[Stored data]
++++++

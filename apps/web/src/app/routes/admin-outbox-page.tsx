import { useSearchParams } from "react-router-dom";
import { useMe } from "@/features/auth/api/get-me";
import { useOutbox, useOutboxMessage } from "@/features/admin/api/get-outbox";
import { AdminTabs } from "@/features/admin/components/admin-tabs";
import { Card, CardBody } from "@/components/ui/card";
import { cx } from "@/components/ui/cx";
import { PageHeader } from "@/components/ui/page-header";
import { EmptyState, ErrorState, LoadingState } from "@/components/ui/states";
import { formatDateTime } from "@/lib/format";

export default function AdminOutboxPage() {
  const me = useMe();
  const [params, setParams] = useSearchParams();
  const selected = params.get("message") ?? undefined;
  const outbox = useOutbox();
  const message = useOutboxMessage(selected);
  return (
    <>
      <PageHeader kicker="Admin" title="Outbox" description="Mail the app sent: invitations, review requests, decisions, finished and failed runs." />
      <AdminTabs permissions={me.data?.permissions ?? []} />
      {outbox.isPending ? (
        <LoadingState />
      ) : outbox.isError ? (
        <ErrorState error={outbox.error} />
      ) : outbox.data.length === 0 ? (
        <EmptyState title="No mail yet" />
      ) : (
        <div className="grid gap-4 lg:grid-cols-[22rem_1fr]">
          <Card className="max-h-[70vh] overflow-auto">
            <ul>
              {outbox.data.map((m) => (
                <li key={m.id}>
                  <button
                    type="button"
                    onClick={() => setParams({ message: String(m.id) })}
                    aria-current={String(m.id) === selected ? "true" : undefined}
                    className={cx("w-full border-b border-line px-4 py-2.5 text-left hover:bg-surface-2", String(m.id) === selected && "bg-accent-soft")}
                  >
                    <p className="truncate text-sm font-medium">{m.subject}</p>
                    <p className="truncate text-xs text-muted">to {m.to.join(", ")}</p>
                    <p className="text-[11px] text-faint">{formatDateTime(m.receivedAt)}</p>
                  </button>
                </li>
              ))}
            </ul>
          </Card>
          <Card>
            <CardBody>
              {!selected ? (
                <p className="text-sm text-muted">Choose a message to read it.</p>
              ) : message.isPending ? (
                <LoadingState />
              ) : message.isError ? (
                <ErrorState error={message.error} />
              ) : (
                <article>
                  <h2 className="text-lg font-semibold">{message.data.subject}</h2>
                  <p className="mt-1 text-xs text-muted">
                    From {message.data.from} to {message.data.to.join(", ")} · {formatDateTime(message.data.receivedAt)}
                  </p>
                  {/* Plain text only: mail HTML is never injected into the app. */}
                  <pre className="mt-4 whitespace-pre-wrap font-sans text-sm">{message.data.text}</pre>
                </article>
              )}
            </CardBody>
          </Card>
        </div>
      )}
    </>
  );
}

++++++

● Task statement: Select the lines from the entries that include the word "formatDateTime".

● Response:
import { formatDateTime } from "@/lib/format";
                    <p className="text-[11px] text-faint">{formatDateTime(m.receivedAt)}</p>
                    From {message.data.from} to {message.data.to.join(", ")} · {formatDateTime(message.data.receivedAt)}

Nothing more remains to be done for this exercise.